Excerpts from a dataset
import {type LogEntry} from '#sim-core/index';

/** Limits of one batch: the server takes 500 entries and 64 kB; some room is left for the frame around them. */
const MOST_ENTRIES = 500;
const MOST_BYTES = 64_000 - 1_000;

/** As many of the first entries as one batch may hold, at least one. */
export function fitting(entries: readonly LogEntry[]): LogEntry[] {
  const taken: LogEntry[] = [];
  const encoder = new TextEncoder();
  let bytes = 0;
  for (const entry of entries) {
    bytes += encoder.encode(JSON.stringify(entry)).length + 1; // its comma
    if (taken.length === MOST_ENTRIES || (taken.length > 0 && bytes > MOST_BYTES)) break;
    taken.push(entry);
  }
  return taken;
}
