"""Mixing: specific heat and heat capacity by mixing, temperature of a mixture, heat balance of bodies.

Standard library only: this file also runs inside LibreOffice's Python.
"""

from sheetcal.cells.primitives import is_number, total, total_size, weighted
from sheetcal.cells.registry import (
    DEGC,
    DEGC_OR_BLANK,
    G_OR_BLANK,
    HEATS,
    J_OR_BLANK,
    J_PER_G_K,
    J_PER_G_K_OR_BLANK,
    J_PER_G_OR_BLANK,
    J_PER_K,
    MASSES,
    PERCENT,
    SPECIFIC_HEATS,
    TEMPERATURES,
    TEXT,
    G,
    J,
    cell,
)

_BALANCE = "first law: heat given equals heat taken up"
_MASS = (0.0, 1e6)
_SPECIFIC = (0.0, 20.0)


@cell(
    "SPECIFIC_HEAT_BY_MIXING",
    equation="c = (m_w c_w + C)(T_f - T_w) / [m (T_x - T_f)]",
    source=_BALANCE,
    standing="derived",
    valid={
        "water": _MASS,
        "water_specific_heat": _SPECIFIC,
        "vessel_heat_capacity": (0.0, 1e6),
        "sample": (1e-6, 1e6),
    },
    needs=("hot != final",),
)
def specific_heat_by_mixing(
    water: G,
    water_specific_heat: J_PER_G_K,
    vessel_heat_capacity: J_PER_K,
    sample: G,
    hot: DEGC,
    start: DEGC,
    final: DEGC,
) -> J_PER_G_K:
    """Mean specific heat of a hot (or cold) body dropped into water, between its own two temperatures."""
    gained = (water * water_specific_heat + vessel_heat_capacity) * (final - start)
    return gained / (sample * (hot - final))


@cell(
    "VESSEL_HEAT_CAPACITY_BY_MIXING",
    equation="C = m_h c_h (T_h - T_f)/(T_f - T_w) - m_w c_w",
    source=_BALANCE,
    standing="derived",
    valid={
        "water": _MASS,
        "water_specific_heat": _SPECIFIC,
        "hot_water": _MASS,
        "hot_specific_heat": _SPECIFIC,
    },
    needs=("final != start",),
)
def vessel_heat_capacity_by_mixing(
    water: G,
    water_specific_heat: J_PER_G_K,
    hot_water: G,
    hot_specific_heat: J_PER_G_K,
    hot: DEGC,
    start: DEGC,
    final: DEGC,
) -> J_PER_K:
    """Heat capacity of the mixing vessel from hot water poured onto cold, a run without a sample."""
    given = hot_water * hot_specific_heat * (hot - final)
    return given / (final - start) - water * water_specific_heat


@cell(
    "MIXING_TEMPERATURE",
    equation="T = sum m c T / sum m c",
    source=_BALANCE,
    standing="derived",
    valid={"masses": _MASS, "specific_heats": _SPECIFIC},
    needs=("weighted(masses, specific_heats) > 0",),
)
def mixing_temperature(masses: MASSES, specific_heats: SPECIFIC_HEATS, temperatures: TEMPERATURES) -> DEGC:
    """Temperature of bodies brought together; no change of phase, no loss."""
    return weighted(masses, specific_heats, temperatures) / weighted(masses, specific_heats)


@cell(
    "START_TEMPERATURE_BY_MIXING",
    equation="T_x = T_f + (m_w c_w + C)(T_f - T_w)/(m c)",
    source=_BALANCE,
    standing="derived",
    valid={
        "water": _MASS,
        "water_specific_heat": _SPECIFIC,
        "vessel_heat_capacity": (0.0, 1e6),
        "sample": (1e-6, 1e6),
        "specific_heat": (0.01, 20.0),
    },
)
def start_temperature_by_mixing(
    water: G,
    water_specific_heat: J_PER_G_K,
    vessel_heat_capacity: J_PER_K,
    sample: G,
    specific_heat: J_PER_G_K,
    start: DEGC,
    final: DEGC,
) -> DEGC:
    """Temperature that a body of known specific heat had before it was dropped into water."""
    gained = (water * water_specific_heat + vessel_heat_capacity) * (final - start)
    return final + gained / (sample * specific_heat)


_CHANGES = ("none", "melts", "freezes", "boils", "condenses")


@cell(
    "BODY_HEAT",
    equation="m c (T2 - T1), or m c (T* - T1) +- L a + [a c' + (m - a) c](T2 - T*); a changes at T*",
    source="first law; heat gained counts positive",
    standing="derived",
    valid={
        "mass": _MASS,
        "specific_heat": _SPECIFIC,
        "latent_heat": (0.0, 1e5),
        "amount": _MASS,
        "specific_heat_after": _SPECIFIC,
    },
    choices={"change": _CHANGES},
    needs=(
        'change == "none" or is_number(latent_heat) and is_number(amount) and is_number(change_temperature)',
        'change == "none" or amount <= mass',
        'change == "none" or is_number(specific_heat_after) or end == change_temperature',
    ),
)
def body_heat(
    mass: G,
    specific_heat: J_PER_G_K,
    start: DEGC,
    end: DEGC,
    change: TEXT,
    latent_heat: J_PER_G_OR_BLANK,
    amount: G_OR_BLANK,
    change_temperature: DEGC_OR_BLANK,
    specific_heat_after: J_PER_G_K_OR_BLANK,
) -> J:
    """Heat that a body takes up between two temperatures, with a change of phase of all or part of it."""
    sign = -1 if change == "freezes" or change == "condenses" else 1
    later = specific_heat_after if is_number(specific_heat_after) else specific_heat
    before = mass * specific_heat * (change_temperature - start)
    after = (amount * later + (mass - amount) * specific_heat) * (end - change_temperature)
    changed = before + sign * latent_heat * amount + after
    return mass * specific_heat * (end - start) if change == "none" else changed


@cell(
    "CLOSURE_PERCENT",
    equation="100 (sum Q - E) / [(sum |Q| + |E|)/2]",
    source="first law: the heats gained, less what the heater gave, sum to nothing",
    standing="derived",
    needs=("total_size(heats) + abs(heater if is_number(heater) else 0) > 0",),
)
def closure_percent(heats: HEATS, heater: J_OR_BLANK) -> PERCENT:
    """What is left of the heat balance as a share of the heat exchanged, with its sign; no heater is 0."""
    given = heater if is_number(heater) else 0
    return 200 * (total(heats) - given) / (total_size(heats) + abs(given))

» TASK PROMPT: Produce an exact copy of the entries above.

» SOLUTION BELOW:
import {type LogEntry} from '#sim-core/index';

/** Limits of one batch: the server takes 500 entries and 64 kB; some room is left for the frame around them. */
const MOST_ENTRIES = 500;
const MOST_BYTES = 64_000 - 1_000;

/** As many of the first entries as one batch may hold, at least one. */
export function fitting(entries: readonly LogEntry[]): LogEntry[] {
  const taken: LogEntry[] = [];
  const encoder = new TextEncoder();
  let bytes = 0;
  for (const entry of entries) {
    bytes += encoder.encode(JSON.stringify(entry)).length + 1; // its comma
    if (taken.length === MOST_ENTRIES || (taken.length > 0 && bytes > MOST_BYTES)) break;
    taken.push(entry);
  }
  return taken;
}
"""Mixing: specific heat and heat capacity by mixing, temperature of a mixture, heat balance of bodies.

Standard library only: this file also runs inside LibreOffice's Python.
"""

from sheetcal.cells.primitives import is_number, total, total_size, weighted
from sheetcal.cells.registry import (
    DEGC,
    DEGC_OR_BLANK,
    G_OR_BLANK,
    HEATS,
    J_OR_BLANK,
    J_PER_G_K,
    J_PER_G_K_OR_BLANK,
    J_PER_G_OR_BLANK,
    J_PER_K,
    MASSES,
    PERCENT,
    SPECIFIC_HEATS,
    TEMPERATURES,
    TEXT,
    G,
    J,
    cell,
)

_BALANCE = "first law: heat given equals heat taken up"
_MASS = (0.0, 1e6)
_SPECIFIC = (0.0, 20.0)


@cell(
    "SPECIFIC_HEAT_BY_MIXING",
    equation="c = (m_w c_w + C)(T_f - T_w) / [m (T_x - T_f)]",
    source=_BALANCE,
    standing="derived",
    valid={
        "water": _MASS,
        "water_specific_heat": _SPECIFIC,
        "vessel_heat_capacity": (0.0, 1e6),
        "sample": (1e-6, 1e6),
    },
    needs=("hot != final",),
)
def specific_heat_by_mixing(
    water: G,
    water_specific_heat: J_PER_G_K,
    vessel_heat_capacity: J_PER_K,
    sample: G,
    hot: DEGC,
    start: DEGC,
    final: DEGC,
) -> J_PER_G_K:
    """Mean specific heat of a hot (or cold) body dropped into water, between its own two temperatures."""
    gained = (water * water_specific_heat + vessel_heat_capacity) * (final - start)
    return gained / (sample * (hot - final))


@cell(
    "VESSEL_HEAT_CAPACITY_BY_MIXING",
    equation="C = m_h c_h (T_h - T_f)/(T_f - T_w) - m_w c_w",
    source=_BALANCE,
    standing="derived",
    valid={
        "water": _MASS,
        "water_specific_heat": _SPECIFIC,
        "hot_water": _MASS,
        "hot_specific_heat": _SPECIFIC,
    },
    needs=("final != start",),
)
def vessel_heat_capacity_by_mixing(
    water: G,
    water_specific_heat: J_PER_G_K,
    hot_water: G,
    hot_specific_heat: J_PER_G_K,
    hot: DEGC,
    start: DEGC,
    final: DEGC,
) -> J_PER_K:
    """Heat capacity of the mixing vessel from hot water poured onto cold, a run without a sample."""
    given = hot_water * hot_specific_heat * (hot - final)
    return given / (final - start) - water * water_specific_heat


@cell(
    "MIXING_TEMPERATURE",
    equation="T = sum m c T / sum m c",
    source=_BALANCE,
    standing="derived",
    valid={"masses": _MASS, "specific_heats": _SPECIFIC},
    needs=("weighted(masses, specific_heats) > 0",),
)
def mixing_temperature(masses: MASSES, specific_heats: SPECIFIC_HEATS, temperatures: TEMPERATURES) -> DEGC:
    """Temperature of bodies brought together; no change of phase, no loss."""
    return weighted(masses, specific_heats, temperatures) / weighted(masses, specific_heats)


@cell(
    "START_TEMPERATURE_BY_MIXING",
    equation="T_x = T_f + (m_w c_w + C)(T_f - T_w)/(m c)",
    source=_BALANCE,
    standing="derived",
    valid={
        "water": _MASS,
        "water_specific_heat": _SPECIFIC,
        "vessel_heat_capacity": (0.0, 1e6),
        "sample": (1e-6, 1e6),
        "specific_heat": (0.01, 20.0),
    },
)
def start_temperature_by_mixing(
    water: G,
    water_specific_heat: J_PER_G_K,
    vessel_heat_capacity: J_PER_K,
    sample: G,
    specific_heat: J_PER_G_K,
    start: DEGC,
    final: DEGC,
) -> DEGC:
    """Temperature that a body of known specific heat had before it was dropped into water."""
    gained = (water * water_specific_heat + vessel_heat_capacity) * (final - start)
    return final + gained / (sample * specific_heat)


_CHANGES = ("none", "melts", "freezes", "boils", "condenses")


@cell(
    "BODY_HEAT",
    equation="m c (T2 - T1), or m c (T* - T1) +- L a + [a c' + (m - a) c](T2 - T*); a changes at T*",
    source="first law; heat gained counts positive",
    standing="derived",
    valid={
        "mass": _MASS,
        "specific_heat": _SPECIFIC,
        "latent_heat": (0.0, 1e5),
        "amount": _MASS,
        "specific_heat_after": _SPECIFIC,
    },
    choices={"change": _CHANGES},
    needs=(
        'change == "none" or is_number(latent_heat) and is_number(amount) and is_number(change_temperature)',
        'change == "none" or amount <= mass',
        'change == "none" or is_number(specific_heat_after) or end == change_temperature',
    ),
)
def body_heat(
    mass: G,
    specific_heat: J_PER_G_K,
    start: DEGC,
    end: DEGC,
    change: TEXT,
    latent_heat: J_PER_G_OR_BLANK,
    amount: G_OR_BLANK,
    change_temperature: DEGC_OR_BLANK,
    specific_heat_after: J_PER_G_K_OR_BLANK,
) -> J:
    """Heat that a body takes up between two temperatures, with a change of phase of all or part of it."""
    sign = -1 if change == "freezes" or change == "condenses" else 1
    later = specific_heat_after if is_number(specific_heat_after) else specific_heat
    before = mass * specific_heat * (change_temperature - start)
    after = (amount * later + (mass - amount) * specific_heat) * (end - change_temperature)
    changed = before + sign * latent_heat * amount + after
    return mass * specific_heat * (end - start) if change == "none" else changed


@cell(
    "CLOSURE_PERCENT",
    equation="100 (sum Q - E) / [(sum |Q| + |E|)/2]",
    source="first law: the heats gained, less what the heater gave, sum to nothing",
    standing="derived",
    needs=("total_size(heats) + abs(heater if is_number(heater) else 0) > 0",),
)
def closure_percent(heats: HEATS, heater: J_OR_BLANK) -> PERCENT:
    """What is left of the heat balance as a share of the heat exchanged, with its sign; no heater is 0."""
    given = heater if is_number(heater) else 0
    return 200 * (total(heats) - given) / (total_size(heats) + abs(given))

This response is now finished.